Example expected traceroute excerpt:

traceroute to data-node.lab.nhprep.com (10.1.2.50), 10 hops max, 60 byte packets
 1  10.0.0.1 (10.0.0.1)  0.269 ms  0.241 ms  0.216 ms
 2  10.0.1.1 (10.0.1.1)  0.345 ms  0.329 ms  0.317 ms
 3  10.1.2.50 (10.1.2.50)  0.689 ms  0.673 ms  0.660 ms

Warning: When you scale to real datasets and distributed training, measure sustained throughput (not just RTT) and confirm fabric features (lossless vs lossy) before enabling RDMA.

Verification Checklist

  • Check 1: Virtual environment active — verify with python -c "import sys; print(sys.prefix)" and ensure it points to ~/nhprep_ai_lab/venv.
  • Check 2: Model artifact exists and loads — verify ls -l model.joblib and python -c "import joblib; print(type(joblib.load('model.joblib')))".
  • Check 3: Inference endpoint responds — verify with the curl request to http://127.0.0.1:5000/predict and expect JSON with predictions.
  • Check 4: Experiment manifest committed — verify with git log --oneline and cat experiment_manifest.json.

Common Mistakes

SymptomCauseFix
Virtualenv packages not foundNot activating the venv (source venv/bin/activate)Activate the venv before running pip/python; verify which python points into venv
Model file not found when servingmodel.joblib not in current working directory or not committedConfirm ls -l model.joblib; ensure server process starts from project root or use absolute path
Inference endpoint times outFirewall or process bound to wrong interfaceEnsure the Flask app uses host='0.0.0.0' and check local firewall rules; curl localhost to test
Reproduced results differ across runsPackages/versions differ or random seeds not setRecord package versions in manifest, set random seeds, or use deterministic framework settings

Key Takeaways

  • A reproducible local environment (venv or container) and an experiment manifest are the foundation for debugging whether performance problems are compute-, storage-, or network-related.
  • AI workloads have distinct networking demands: training favors throughput and sometimes lossless transport (RDMA), while inference favors low-latency and strict QoS. Understand which stage you are supporting.
  • Start small with synthetic datasets and local services to learn the full lifecycle: train → save → serve → monitor. This isolates network variables before you scale to distributed training.
  • Track code, artifacts, and environment metadata in version control so you can correlate observed network metrics with specific experiments and reproduce behavior in production.

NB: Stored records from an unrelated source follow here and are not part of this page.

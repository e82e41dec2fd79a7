/** Finds the instant at which a quantity of the dense output passes through zero. */

/**
 * Root of `value` between a and b, where it has opposite signs (or is zero at b), by the Illinois form of regula falsi.
 * @param fa,fb value at a and b
 * @param precision length of the bracket at which to stop, s
 * @returns the end of the last bracket on b's side, where the sign is that of fb
 */
export function findPassage(
  value: (t: number) => number,
  a: number,
  fa: number,
  b: number,
  fb: number,
  precision: number,
): number {
  let [low, high, fl, fh] = [a, b, fa, fb];
  let side = 0;
  for (let pass = 0; pass < 100 && high - low > precision; pass++) {
    let t = (fl * high - fh * low) / (fl - fh);
    // Every fourth pass bisects: the bracket shrinks whatever the shape.
    if (!(t > low && t < high) || pass % 4 === 3) t = 0.5 * (low + high);
    const f = value(t);
    if (!Number.isFinite(f) || t === low || t === high) break;
    if (f >= 0 === fb >= 0) {
      high = t;
      fh = f;
      if (side === 1) fl *= 0.5;
      side = 1;
      if (f === 0) break;
    } else {
      low = t;
      fl = f;
      if (side === -1) fh *= 0.5;
      side = -1;
    }
  }
  return high;
}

Important: As you move from local experiments to on-prem or cloud deployments, collaborate early with server and network teams about fabric behavior (e.g., ECN, PFC, and congestion management) — AI/ML workloads can reveal subtle issues in network design.


This lesson focused on building practical skills and a workflow for network engineers to begin running and troubleshooting AI/ML experiments. Practice these steps until you can reproduce runs consistently; in the next lesson we will map these experiments onto production fabric considerations and test RDMA-aware workloads.